I see you do the following to manually apply boundary conditions for the LHS matrix A, where zero the selected row in local order of matrix and leave diagnoal 1:
for bc in bcs:
dofs, _ = bc._cpp_object.dof_indices()
A.zeroRowsLocal(dofs, diag=1)
I was directed to see the following insert_diagonal when calling dolfinx.fem.petsc.assemble_matrix. I guess it is also used to apply bc with changing entities and diagonal:
if a.function_spaces[0] is a.function_spaces[1]:
A.assemblyBegin(PETSc.Mat.AssemblyType.FLUSH)
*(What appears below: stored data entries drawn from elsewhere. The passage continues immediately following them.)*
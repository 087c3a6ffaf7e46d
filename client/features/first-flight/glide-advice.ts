import type { FlightDraft } from './draft.ts';

export type Behaviour = FlightDraft['glides'][number]['behaviour'];

interface GlideAdvice {
  label: string;
  /** what to change after it, one thing at a time; common practice, no source */
  advice: string;
}

/** How a hand glide went and what is usually changed after it. */
export const GLIDES: Record<Behaviour, GlideAdvice> = {
  level: {
    label: 'Flew level to the ground',
    advice: 'Leave it. Once more the same before the first launch, then a gentle one.',
  },
  dives: {
    label: 'Dived',
    advice:
      'Thrown too fast? Then again, gentler. Else a little more tail-down: half a millimetre under the tailplane’s trailing edge or a click of up. Only then weight out of the nose, a gram at a time, never aft of the range.',
  },
  stalls: {
    label: 'Rose and stalled',
    advice:
      'Thrown too hard, or nose up? Then again, level. Else a little less tail-down, or a gram more in the nose.',
  },
  turns_port: {
    label: 'Turned to port',
    advice:
      'Look for a warp first and for a heavy port half. Then a touch of starboard rudder or a little weight at the starboard tip.',
  },
  turns_starboard: {
    label: 'Turned to starboard',
    advice:
      'Look for a warp first and for a heavy starboard half. Then a touch of port rudder or a little weight at the port tip.',
  },
  other: { label: 'Something else', advice: 'Write down what it did; change one thing, then glide again.' },
};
A.assemblyEnd(PETSc.Mat.AssemblyType.FLUSH)
_cpp.fem.petsc.insert_diagonal(A, a.function_spaces[0], _bcs, diagonal)
These operations do different things.
ZeroRowsLocal zeros a set of rows given by indices local to the process, and optionally sets a diagonal value.
Insert_diagonal changes the diagonal, But doesn’t Zero of diagonal entries.
Im not dure what you mean by one giving a more correct result than the other.
That does assembly with BCs as input, so rows and columns are already zeroed, as illustrated by the lifting/symmetric application of bcs
Thanks for the explanation.
My problem is that I did not know how to manually apply bc for A correctly. In my applications, I need to first get the matrix A and then modify A with boundary conditions applied. So my code looks like
# 1. Get A and b
A = assemble_matrix(a, bcs)
A.assemble()
b = assemble_vector(L)
apply_lifting(b, [a], bcs=[bcs])
b.ghostUpdate(addv=PETSc.InsertMode.ADD, mode=PETSc.ScatterMode.REVERSE)
set_bc(b, self.bcs)
# 2. Code to modify A and b, e.g:
A += delta_A
b += delta_b
# 3. Apply bc for A and b again
_bcs = [bc._cpp_object for bc in bcs]
if a.function_spaces[0] is a.function_spaces[1]:
_cpp.fem.petsc.insert_diagonal(A, a.function_spaces[0], _bcs, diagonal=1.0)
A.assemble()
set_bc(b, bcs)
It does not give the desired values on the boundary, for instance, a non-zero velocity boundary value with no-slip bc. However, if I replace the above Part 3 by the following code, the result shows a possibly correct value on boundary:
# 3. Apply bc for A and b again
for bc in self.bcs:
dofs, _ = bc._cpp_object.dof_indices()
A.zeroRowsLocal(dofs, diag=1)
A.assemble()
set_bc(b, self.bcs)
Is it only accomplished by
cpp.fem.petsc.insert_diagonal(A, a.function_spaces[0], _bcs, diagonal)
or some other functions?
The zeroing happens when you add bcs to assemble_matrix.
The tutorial I have referenced above:
shows how the bcs are applied correctly to both system.
As you have not provided a minimal reproducible example, I can be of no further help.